"I believe. Help me in my unbelief."
Most of the time, I like to live in my make-believe world where I’m in control of my life and the situations I find myself in. But every once in a while, like this week, God pulls the wool from over my eyes and I am reminded of just how little I actually have control over. During those glimpses into reality, I can feel the anxiety building within me: the tightening in my chest, the whirring of my thoughts.

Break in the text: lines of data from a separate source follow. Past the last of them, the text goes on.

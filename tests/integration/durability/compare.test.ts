import { expect, it } from "vitest";
import { writeOnMove } from "@/lib/standing/commands";
import { withDatabase } from "../../support/database";
import { anAttempt, seedMove } from "../../support/factories";
import { aStep, compare, takeHere, takeSurely } from "./writers";

const database = withDatabase();

it("the comparison that the killing tests rest on sees what is lost, half there, doubled or broken", async () => {
  const move = await seedMove();
  const clean = { lost: 0, half: 0, doubled: 0, brokenChains: 0 };
  const taken = await takeSurely(aStep(move.moveId, 0, 1), takeHere(move.owner));
  expect(await compare([move], [taken])).toEqual({ acknowledged: 1, resolved: 0, ...clean });
  expect(await compare([move], [taken, { ...aStep(move.moveId, 0, 2), tries: 1 }])).toMatchObject({ ...clean, lost: 1 });

  // Tried again under another key, as a client without keys would.
  await takeHere(move.owner)({ ...taken, key: crypto.randomUUID() });
  expect(await compare([move], [taken])).toMatchObject({ ...clean, doubled: 1 });
  await writeOnMove(move.owner, anAttempt(), move.moveId, (ctx) => ctx.append({ kind: "move.changed", detail: { mark: "0:3" } }));
  expect(await compare([move], [taken])).toMatchObject({ ...clean, doubled: 1, half: 1 });

  const root = await database.root();
  await root.query("update record set by_name = 'Somebody else' where move_id = ? and seq = 1", [move.moveId]);
  await root.end();
  expect(await compare([move], [taken])).toMatchObject({ brokenChains: 1 });
});
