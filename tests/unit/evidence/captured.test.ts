import { describe, expect, it } from "vitest";
import { cameraOf, capturedOf, placeOf } from "@/lib/evidence/captured";

const ZONE = "America/Chicago";

describe("when a picture was taken", () => {
  it.each([
    ["with its offset", { DateTimeOriginal: "2026:11:24 14:05:33", OffsetTimeOriginal: "-07:00" }, "2026-11-24T21:05:33.000Z", "offset"],
    ["with an offset of a quarter", { DateTimeOriginal: "2026:11:24 14:05:33", OffsetTime: "+05:45" }, "2026-11-24T08:20:33.000Z", "offset"],
    ["by its GPS", { DateTimeOriginal: "2026:11:24 14:05:33", GPSDateStamp: "2026:11:24", GPSTimeStamp: [20, 5, 31.4] }, "2026-11-24T20:05:31.000Z", "gps"],
    ["by the zone of the move's origin", { DateTimeOriginal: "2026:11:24 14:05:33" }, "2026-11-24T20:05:33.000Z", "origin zone"],
    ["in summer", { DateTimeOriginal: "2026:07:24 14:05:33" }, "2026-07-24T19:05:33.000Z", "origin zone"],
    ["by the day it was made into a file", { CreateDate: "2026:11:24 14:05:33", OffsetTimeOriginal: "Z" }, "2026-11-24T14:05:33.000Z", "offset"],
  ])("%s", (_, tags, at, from) => {
    expect(capturedOf(tags, ZONE)).toEqual({ at: new Date(at), from });
  });

  it.each([
    ["nothing", {}],
    ["zeros", { DateTimeOriginal: "0000:00:00 00:00:00" }],
    ["a day that does not exist", { DateTimeOriginal: "2026:02:31 10:00:00" }],
    ["blanks", { DateTimeOriginal: "    :  :     :  :  " }],
    ["a number", { DateTimeOriginal: 20261124 }],
    ["GPS without a day", { GPSTimeStamp: [20, 5, 31] }],
  ])("%s tells nothing", (_, tags) => {
    expect(capturedOf(tags, ZONE)).toBeNull();
  });

  it("an offset that no clock has is not believed", () => {
    expect(capturedOf({ DateTimeOriginal: "2026:11:24 14:05:33", OffsetTimeOriginal: "+99:00" }, ZONE)?.from).toBe("origin zone");
  });
});

it("place within the globe, or none", () => {
  expect(placeOf({ latitude: 41.5, longitude: -96.25 })).toEqual({ latitude: 41.5, longitude: -96.25 });
  for (const tags of [{}, { latitude: Number.NaN, longitude: 1 }, { latitude: 91, longitude: 0 }, { latitude: "41", longitude: "1" }]) expect(placeOf(tags)).toBeNull();
});

it("camera in one line, without what can't be shown", () => {
  expect(cameraOf({ Make: "Ardell", Model: "P4" })).toBe("Ardell P4");
  expect(cameraOf({ Make: "ARDELL", Model: "Ardell P4\0\0" })).toBe("Ardell P4");
  expect(cameraOf({ Model: "P4\u202E" })).toBe("P4");
  expect(cameraOf({ Make: "x".repeat(300) })).toHaveLength(200);
  expect(cameraOf({})).toBeNull();
});
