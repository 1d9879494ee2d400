// First, since it readies what `headers()` of the web server stands on.
import { ask } from "../../support/asking";
import { createServer, type IncomingMessage, type ServerResponse } from "node:http";
import { z } from "zod";
import { idOf } from "@/lib/access/input";
import { command } from "@/lib/entry/command";
import { take } from "./writers";

const die = (moment: string) => {
  if (process.env.DIE === moment) process.kill(process.pid, "SIGKILL");
};

const door = command(z.strictObject({ moveId: idOf, writer: z.number(), seq: z.number() }), async (viewer, step, attempt) => {
  const answer = await take(viewer, step, attempt, () => void die("before the commit"));
  die("before the answer");
  return answer;
});

async function serve(incoming: IncomingMessage, outgoing: ServerResponse): Promise<void> {
  const chunks: Buffer[] = [];
  for await (const chunk of incoming as AsyncIterable<Buffer>) chunks.push(chunk);
  const headers = Object.entries(incoming.headers).flatMap(([name, value]): [string, string][] => (typeof value === "string" ? [[name, value]] : []));
  const answer = await ask(door, new Request(`${process.env.APP_URL}${incoming.url}`, { method: "POST", headers, body: Buffer.concat(chunks) }));
  outgoing.writeHead(answer.status, { "content-type": "application/json", connection: "close" }).end(Buffer.from(await answer.arrayBuffer()));
}

/** One of our doors behind a plain web server of its own process, which may be killed. */
createServer((incoming, outgoing) => void serve(incoming, outgoing)).listen(Number(process.env.PORT), "127.0.0.1");
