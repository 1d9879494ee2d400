import { describe, expect, it } from "vitest";
import { UploadQueue, type QueueParts } from "@/components/evidence/queue";
import type { Unsent } from "@/components/evidence/phone-store";
import type { Prepared } from "@/components/evidence/prepare";
import { PhotoFault, type SendOrder } from "@/components/evidence/send-order";
import { CallError } from "@/lib/entry/fetcher";
import type { Announced, PhotoView } from "@/lib/evidence/types";

const file = (name: string) => new File(["x"], name, { type: "image/jpeg" });

const prepared = (name: string): Prepared => ({ name, type: "image/jpeg", original: new Blob([name]), sizeBytes: name.length, sha256: `hash of ${name}`, proof: new Blob(["p"]), widthPx: 4, heightPx: 3 });

const settle = async () => {
  for (let n = 0; n < 50; n += 1) await new Promise((resolve) => setTimeout(resolve, 1));
};

/** A server that keeps what it is sent, and a line whose sends are ended by hand. */
function aLine(given: Partial<QueueParts> = {}) {
  const here = new Map<string, { proofHere: boolean; originalHere: boolean; refusedWhy: string | null }>();
  const sends: (SendOrder & { clientId: string; arrive: (reported?: boolean) => void; breakOff: (error?: Error) => void })[] = [];
  const kept = new Map<string, Unsent>();
  const parts: QueueParts = {
    prepare: async ({ name }) => prepared(name),
    announce: async ({ clientId, moveId, name }): Promise<Announced> => {
      const state = here.get(clientId) ?? { proofHere: false, originalHere: false, refusedWhy: null };
      here.set(clientId, state);
      const photo = { id: clientId, moveId, name, state: state.refusedWhy ? "refused" : state.proofHere ? "proof" : "registered", refusedWhy: state.refusedWhy } as PhotoView;
      return { ...state, photo };
    },
    sendFile: (order) =>
      new Promise((resolve, reject) => {
        const arrive = (reported = true) => {
          const state = here.get(order.photoId);
          if (state && reported) Object.assign(state, order.slot === "proof" ? { proofHere: true } : { originalHere: true });
          resolve(reported);
        };
        order.signal.addEventListener("abort", () => reject(new Error("aborted")));
        sends.push({ ...order, clientId: order.photoId, arrive, breakOff: (error = new Error("cut")) => reject(error) });
      }),
    store: {
      save: async (photo) => void kept.set(photo.clientId, structuredClone(photo)),
      list: async (userId) => [...kept.values()].filter((photo) => photo.userId === userId),
      drop: async (clientId) => void kept.delete(clientId),
    },
    now: () => Date.now(),
    alone: async (_, run) => run().then(() => true),
    ...given,
  };
  const queue = new UploadQueue(parts);
  const last = () => {
    const send = sends.at(-1);
    if (!send) throw new Error("Nothing was sent.");
    return send;
  };
  const steps = () => queue.snapshot().map(({ name, step }) => `${name} ${step}`);
  return { queue, here, sends, kept, last, steps, parts };
}

const order = (sends: { file: File; slot: string }[]) => sends.map(({ file: { name }, slot }) => `${name} ${slot}`);

describe("the order of sending", () => {
  it("every proof goes before any original", async () => {
    const { queue, sends, last, steps } = aLine();
    await queue.openFor("u");
    await queue.add("m", "f", [file("a"), file("b")]);
    await settle();
    expect(order(sends)).toEqual(["a proof"]);
    last().arrive();
    await settle();
    last().arrive();
    await settle();
    expect(order(sends)).toEqual(["a proof", "b proof", "a original"]);
    last().arrive();
    await settle();
    last().arrive();
    await settle();
    expect(steps()).toEqual(["a done", "b done"]);
  });

  it("an original in the middle makes way for a new proof, and goes on afterwards at the same address", async () => {
    const { queue, sends, last } = aLine();
    await queue.openFor("u");
    await queue.add("m", "f", [file("a")]);
    await settle();
    last().arrive();
    await settle();
    last().onAddress({ answer: "[]", at: 5 });
    last().onPercent(42);
    expect(queue.snapshot()[0]).toMatchObject({ step: "original", percent: 42, proofSent: true });
    await queue.add("m", "f", [file("b")]);
    await settle();
    expect(order(sends)).toEqual(["a proof", "a original", "b proof"]);
    last().arrive();
    await settle();
    expect(order(sends).at(-1)).toBe("a original");
    expect(last().address).toEqual({ answer: "[]", at: 5 });
  });
});

describe("what goes wrong", () => {
  it("a line that breaks is tried again by itself, and a person need not wait", async () => {
    const { queue, sends, last } = aLine();
    await queue.openFor("u");
    await queue.add("m", "f", [file("a")]);
    await settle();
    last().breakOff();
    await settle();
    expect(queue.snapshot()[0]).toMatchObject({ step: "waiting", fault: "The connection broke off." });
    queue.retry();
    await settle();
    expect(sends).toHaveLength(2);
    last().arrive();
    await settle();
    expect(queue.snapshot()[0]).toMatchObject({ step: "original", fault: null });
  });

  it("a report that never came: the server is asked, and the file is not sent twice when it is there", async () => {
    const { queue, here, sends, last } = aLine();
    await queue.openFor("u");
    await queue.add("m", "f", [file("a")]);
    await settle();
    const state = here.get(last().clientId);
    if (state) state.proofHere = true;
    last().arrive(false);
    await settle();
    expect(order(sends)).toEqual(["a proof", "a original"]);
    expect(queue.snapshot()[0]).toMatchObject({ proofSent: true, photo: { state: "proof" } });
  });

  it("a refusal by the server is final and says why", async () => {
    const { queue, last, steps, kept } = aLine({ announce: async () => Promise.reject(new CallError({ title: "The move is closed; nothing on it changes any more." }, 409)) });
    await queue.openFor("u");
    await queue.add("m", "f", [file("a")]);
    await settle();
    expect(steps()).toEqual(["a refused"]);
    expect(queue.snapshot()[0]?.fault).toMatch(/closed/);
    expect(kept.size).toBe(1);
    expect(last).toThrow();
  });

  it("signed out: it stops, keeps the photo, and goes on after signing in", async () => {
    let signedIn = false;
    const line = aLine();
    const { queue, kept, steps } = aLine({ announce: (given) => (signedIn ? line.parts.announce(given) : Promise.reject(new CallError({ title: "Sign in to continue." }, 401))) });
    await queue.openFor("u");
    await queue.add("m", "f", [file("a")]);
    await settle();
    expect(steps()).toEqual(["a stopped"]);
    expect(kept.size).toBe(1);
    signedIn = true;
    queue.retry(queue.snapshot()[0]?.clientId);
    await settle();
    expect(steps()).toEqual(["a proof"]);
  });

  it("a picture that can't be taken says so and is not sent", async () => {
    const { queue, sends } = aLine({ prepare: async () => Promise.reject(new PhotoFault("The file is empty.")) });
    await queue.add("m", "f", [file("a")]);
    await settle();
    expect(queue.snapshot()[0]).toMatchObject({ step: "refused", fault: "The file is empty." });
    expect(sends).toEqual([]);
  });

  it("the same picture twice in one field is taken once, also when the field has it already", async () => {
    const { queue, steps } = aLine();
    await queue.add("m", "f", [file("a"), file("a"), file("b")], ["hash of b"]);
    await queue.add("m", "g", [file("a")]);
    expect(steps()).toEqual(["a proof", "a refused", "b refused", "a waiting"]);
    expect(queue.snapshot()[1]?.fault).toBe("This picture is here already.");
  });

  it("an original that the check refused is told in its words", async () => {
    const { queue, here, last } = aLine();
    await queue.openFor("u");
    await queue.add("m", "f", [file("a")]);
    await settle();
    const state = here.get(last().clientId);
    if (state) state.refusedWhy = "The small picture is no JPEG.";
    last().arrive(false);
    await settle();
    expect(queue.snapshot()[0]).toMatchObject({ fault: "The small picture is no JPEG." });
  });
});

describe("what the phone keeps", () => {
  it("is taken up by the same person on the next page, by nobody else, and dropped once the server has it", async () => {
    const first = aLine();
    await first.queue.openFor("u");
    await first.queue.add("m", "f", [file("a"), file("b")]);
    await settle();
    expect(first.kept.size).toBe(2);
    const stranger = aLine({ store: first.parts.store });
    await stranger.queue.openFor("other");
    expect(stranger.queue.snapshot()).toEqual([]);
    const second = aLine({ store: first.parts.store });
    await second.queue.openFor("u");
    await settle();
    expect(second.steps()).toEqual(["a proof", "b waiting"]);
    for (let n = 0; n < 4; n += 1) {
      second.last().arrive();
      await settle();
    }
    expect(second.steps()).toEqual(["a done", "b done"]);
    expect(first.kept.size).toBe(0);
  });

  it("nothing when it is full: the photo is sent all the same, and the page says to stay open", async () => {
    const line = aLine();
    const { queue, sends } = aLine({ store: { ...line.parts.store, save: () => Promise.reject(new Error("full")), list: () => Promise.reject(new Error("private window")) } });
    await queue.openFor("u");
    await queue.add("m", "f", [file("a")]);
    await settle();
    expect(queue.snapshot()[0]).toMatchObject({ onlyHere: true, step: "proof" });
    expect(sends).toHaveLength(1);
  });

  it("nothing of a photo that was cancelled; what is under way is cut off", async () => {
    const { queue, kept, last, sends } = aLine();
    await queue.openFor("u");
    await queue.add("m", "f", [file("a")]);
    await settle();
    queue.cancel(last().clientId);
    await settle();
    expect(last().signal.aborted).toBe(true);
    expect([queue.snapshot().length, kept.size, sends.length]).toEqual([0, 0, 1]);
  });
});

it("a form gets a photo once", async () => {
  const { queue, last } = aLine();
  await queue.add("m", "f", [file("a")]);
  await settle();
  last().arrive();
  await settle();
  const clientId = queue.snapshot()[0]?.clientId ?? "";
  expect([queue.handOver(clientId), queue.handOver(clientId)]).toEqual([true, false]);
});

it("another tab at the same photo is left alone", async () => {
  const { queue, sends } = aLine({ alone: async () => false });
  await queue.add("m", "f", [file("a")]);
  await settle();
  expect(queue.snapshot()[0]?.step).toBe("waiting");
  expect(sends).toEqual([]);
});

And yet in those moments, God, who is so gracious, never fails to remind me that He is with me, that He is and has been in control this whole time, that I can trust Him. And my response is almost always that of the man in Mark 9:24. “I believe. Help me in my unbelief.” I know that what God tells me is true. I know that it is far better to let go and trust Him with my very self. And yet, there is a strong part of me that rebels against that. It rebels because of sin, yes, but mostly because of fear. It is absolutely terrifying to face the reality that I am not and can never be fully in control, even as I recognize that I am not the one who should be in control.
Yet God is so incredibly gracious and patient with me, because each time I make this request of Him, He does. God never gives up on me or even rebukes me for my unbelief. He honors my heart, which desires to let go of the overwhelming fear and choose to have faith in him. He holds my hand and whispers to me His promises over and over again: that He is with me, that He will never let go, that I can trust in Him.
And for a moment, I believe.
This is a time and season of great uncertainty. Fear will assault each of us in different ways. But each time we are assaulted, we have a choice to make. Belief and unbelief live within each of us. Which will we choose to fight, and which will we choose to embrace?